In her 1947 book ‘De wilde groene geur’ (The wild green scent) she sharply describes the revolutionary period following the end of World War II with a keen eye for the different (Dutch, Indo and Indonesian) perspectives.Having been brought up in the Netherlands she had often experienced racial bigotry in her childhood because of the darker complexion of her skin. She had developed a fighting spirit and could easily identify with the Indonesian independence movement. Vuyk befriended Indonesian intellectual and independence leader Sutan Sjahrir and chose Indonesian citizenship. In the 1950s, she joined the editorial board of Sutan Takdir Alisjahbana's cultural and arts magazine Konfrontasi, and became the secretary of the journal's affiliate study club. She also wrote regularly Mochtar Lubis's news paper Indonesia Raya.[3] But she eventually returned to the Netherlands in 1957, due to strong anti-Dutch sentiments that prevailed in the period.[4]

"Nowhere in Dutch literature, the dramatic transition of the Dutch East Indies to independent Indonesia is described as penetrating as in the work of the Delfshaven (Rotterdam) born Vuyk. With evocations of the colonial system and its aftermath in three novels and the first years of the new republic in later novels, she recorded an episode, which remains among the most radical in the history of her motherland and it's colony." J.H.W. Veenstra.

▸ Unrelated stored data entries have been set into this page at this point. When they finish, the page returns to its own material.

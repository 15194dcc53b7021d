import "server-only";
import { z } from "zod";
import { ROLE_NAMES, roleCan, type Permission } from "@/lib/permissions";
import { errorSchema } from "@/schemas/api-responses";
import { ANY_MEMBER, routeMeta, type RouteMeta } from "@/server/core/guard";

/**
 * The OpenAPI 3.1 description of `/api/v1` (docs/decisions/024-api-tokens.md),
 * generated from the route handlers themselves: each operation names its
 * guarded handler, whose access and zod schemas (path parameters, query,
 * JSON body) the guard exposes (`routeMeta`); the answer schemas come from
 * src/schemas/api-responses.ts. zod 4's `z.toJSONSchema` turns schemas into
 * JSON Schema 2020-12, the dialect of OpenAPI 3.1: inputs as the client may
 * write them, answers as the server writes them.
 */

export type Method = "get" | "post" | "put" | "patch" | "delete";

export interface Operation {
  /** The OpenAPI path below /api/v1, e.g. "/missions/{missionId}/plan". */
  path: string;
  method: Method;
  /** The exported route handler (made by `guarded`). */
  handler: unknown;
  summary: string;
  tag: string;
  /** The success answer: status and JSON schema, or another content type. */
  ok: { status: number; schema?: z.ZodType; contentType?: string; description?: string };
  /** A body the handler reads itself (not through the guard's body schema). */
  body?: { schema: z.ZodType; description?: string } | { multipart: string };
}

type Json = Record<string, unknown>;

function jsonSchema(schema: z.ZodType, io: "input" | "output"): Json {
  const { $schema: _dialect, ...rest } = z.toJSONSchema(schema, {
    target: "draft-2020-12",
    io,
    unrepresentable: "any",
  }) as Json;
  return rest;
}

function describeAccess(access: RouteMeta["access"]): string {
  if (access === ANY_MEMBER) return "Any member of the team (every role).";
  const p = access as Permission;
  const names = Object.entries(p)
    .map(([resource, actions]) => `${resource}: ${(actions as string[]).join(", ")}`)
    .join("; ");
  const who = ROLE_NAMES.filter((r) => roleCan(r, p));
  return `Needs ${names} — roles ${who.join(", ")}. A token acts with exactly its role's permissions.`;
}

const errorResponse = (description: string) => ({
  description,
  content: { "application/json": { schema: { $ref: "#/components/schemas/Error" } } },
});

function operationObject(op: Operation): Json {
  const meta = routeMeta(op.handler);
  if (!meta) throw new Error(`${op.method.toUpperCase()} ${op.path}: the handler is not made by guarded()`);
  const pathNames = [...op.path.matchAll(/\{([^}]+)\}/g)].map((m) => m[1]!);
  const parameters: Json[] = pathNames.map((name) => ({
    name,
    in: "path",
    required: true,
    schema: { type: "string" },
  }));
  if (meta.spec.query) {
    const q = jsonSchema(meta.spec.query, "input") as { properties?: Record<string, Json>; required?: string[] };
    for (const [name, schema] of Object.entries(q.properties ?? {}))
      parameters.push({ name, in: "query", required: q.required?.includes(name) ?? false, schema });
  }
  const o: Json = {
    operationId: `${op.method}${op.path.replace(/\{([^}]+)\}/g, "By-$1").replace(/[^A-Za-z0-9]+(.)/g, (_, c: string) => c.toUpperCase())}`,
    summary: op.summary,
    description: describeAccess(meta.access),
    tags: [op.tag],
    parameters,
  };
  if (meta.spec.body)
    o.requestBody = {
      required: true,
      content: { "application/json": { schema: jsonSchema(meta.spec.body, "input") } },
    };
  else if (op.body && "schema" in op.body)
    o.requestBody = {
      required: true,
      description: op.body.description,
      content: { "application/json": { schema: jsonSchema(op.body.schema, "input") } },
    };
  else if (op.body)
    o.requestBody = {
      required: true,
      content: {
        "multipart/form-data": {
          schema: {
            type: "object",
            required: ["file"],
            properties: {
              file: { type: "string", contentMediaType: "application/octet-stream", description: op.body.multipart },
            },
          },
        },
      },
    };
  const ok = op.ok.schema
    ? {
        description: op.ok.description ?? "Success.",
        content: { "application/json": { schema: jsonSchema(op.ok.schema, "output") } },
      }
    : {
        description: op.ok.description ?? "Success.",
        content: { [op.ok.contentType ?? "text/plain"]: { schema: { type: "string" } } },
      };
  const responses: Json = { [String(op.ok.status)]: ok };
  const writes = op.method !== "get";
  if (writes || meta.spec.query || op.body)
    responses["400"] = errorResponse("Invalid input: every rejected field is named in `issues`.");
  responses["401"] = errorResponse(
    "Signed out, or a missing, malformed, expired or revoked token, or a token in the URL.",
  );
  responses["403"] = errorResponse("The role (of the token) may not do this, or no active team.");
  if (pathNames.length) responses["404"] = errorResponse("No such mission or row in the caller's team.");
  if (writes)
    responses["409"] = errorResponse("Stale `version` (or `baseRevision`): someone saved first; nothing was changed.");
  if (writes) responses["413"] = errorResponse("The body is too large.");
  // Every write re-checks the plan (and POST /check checks one) on the engine pool (ADR 028).
  if (writes)
    responses["422"] = errorResponse("`check-failed`: the engine could not check the plan; nothing was saved.");
  if (writes)
    responses["503"] = errorResponse(
      "`unavailable` or `engine-unavailable`: the database or the checking engine cannot be reached; nothing was saved. Retry after `Retry-After` seconds.",
    );
  responses["429"] = errorResponse("The token's rate limit is reached; `retryAfterSeconds` says when to try again.");
  o.responses = responses;
  o.security = [{ bearerToken: [] }, { sessionCookie: [] }];
  return o;
}

/** The whole document. Throws when an operation's handler is not guarded (a test catches that). */
export function openApiDocument(operations: readonly Operation[], version: string): Json {
  const paths: Record<string, Json> = {};
  for (const op of operations) (paths[op.path] ??= {})[op.method] = operationObject(op);
  return {
    openapi: "3.1.0",
    info: {
      title: "Heterolane API",
      version,
      description:
        "Missions, plans, revisions, results and reviews of a Heterolane team. Authenticate with a personal API token " +
        "(`Authorization: Bearer hl_…`, made on the account page): it acts in one team with one role. Tokens are refused " +
        "in the URL. Errors are `{ error: { code, message, issues? } }`. See docs/automation.md.",
    },
    servers: [{ url: "/api/v1" }],
    tags: [...new Set(operations.map((o) => o.tag))].map((name) => ({ name })),
    paths,
    components: {
      schemas: { Error: jsonSchema(errorSchema, "output") },
      securitySchemes: {
        bearerToken: { type: "http", scheme: "bearer", description: "A personal API token (hl_ and 64 letters)." },
        sessionCookie: {
          type: "apiKey",
          in: "cookie",
          name: "better-auth.session_token",
          description: "The browser session.",
        },
      },
    },
  };
}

Back in the Netherlands Vuyk wrote for Vrij Nederland, where in 1960 she published "Weekeinde met Richard Wright," an important article on the African American author Richard Wright, responding to some of the narratives Wright published in his 1956 book The Color Curtain: A Report on the Bandung Conference.[5] Vuyk gained national fame in the Netherlands by publishing the hugely popular cookbook ‘Groot Indonesische kookboek’ (Great Indonesian cookbook) in 1979. 30 years and 125.000 copies later the book was still popular and was added to the ‘Culinary Classics’ series.

Publications

(Translated to English in: Two Tales of the East Indies, 'The Last House in the World' by Beb Vuyk and translated by André Lefevere. 'The Counselor' by H.J. Friedericy and translated by Hans Koning. Edited with introductions and notes by E.M. Beekman. (The University of Massachusetts Press, 1983) https://books.google.com/books?id=gS6rffSns_MC&q=Two+Tales+of+the+East+Indies)

See also

Other Indo authors

References

Bibliography

External links

Notes

Notes and References

  1. Even the great E. du Perron enthusiastically endorsed the book, making Vuyk a household name in the literary circles of the Dutch East Indies.
  2. Nieuwenhuys, Rob ‘Oost-Indische spiegel. Wat Nederlandse schrijvers en dichters over Indonesië hebben geschreven vanaf de eerste jaren der Compagnie tot op heden.’ (Querido's Publishers, Amsterdam, 1978) P.478-480
  3. Book: Roberts and Foulcher. Indonesian Notebook: A Sourcebook on Richard Wright and the Bandung Conference. Duke University Press. 2016. 24.
  4. Nieuwenhuys, Rob ‘Oost-Indische spiegel. Wat Nederlandse schrijvers en dichters over Indonesië hebben geschreven vanaf de eerste jaren der Compagnie tot op heden.’ (Querido's Publishers, Amsterdam, 1978) P.482-486
  5. Book: Roberts and Foulcher. Indonesian Notebook: A Sourcebook on Richard Wright and the Bandung Conference. Duke University Press. 2016. 182–206.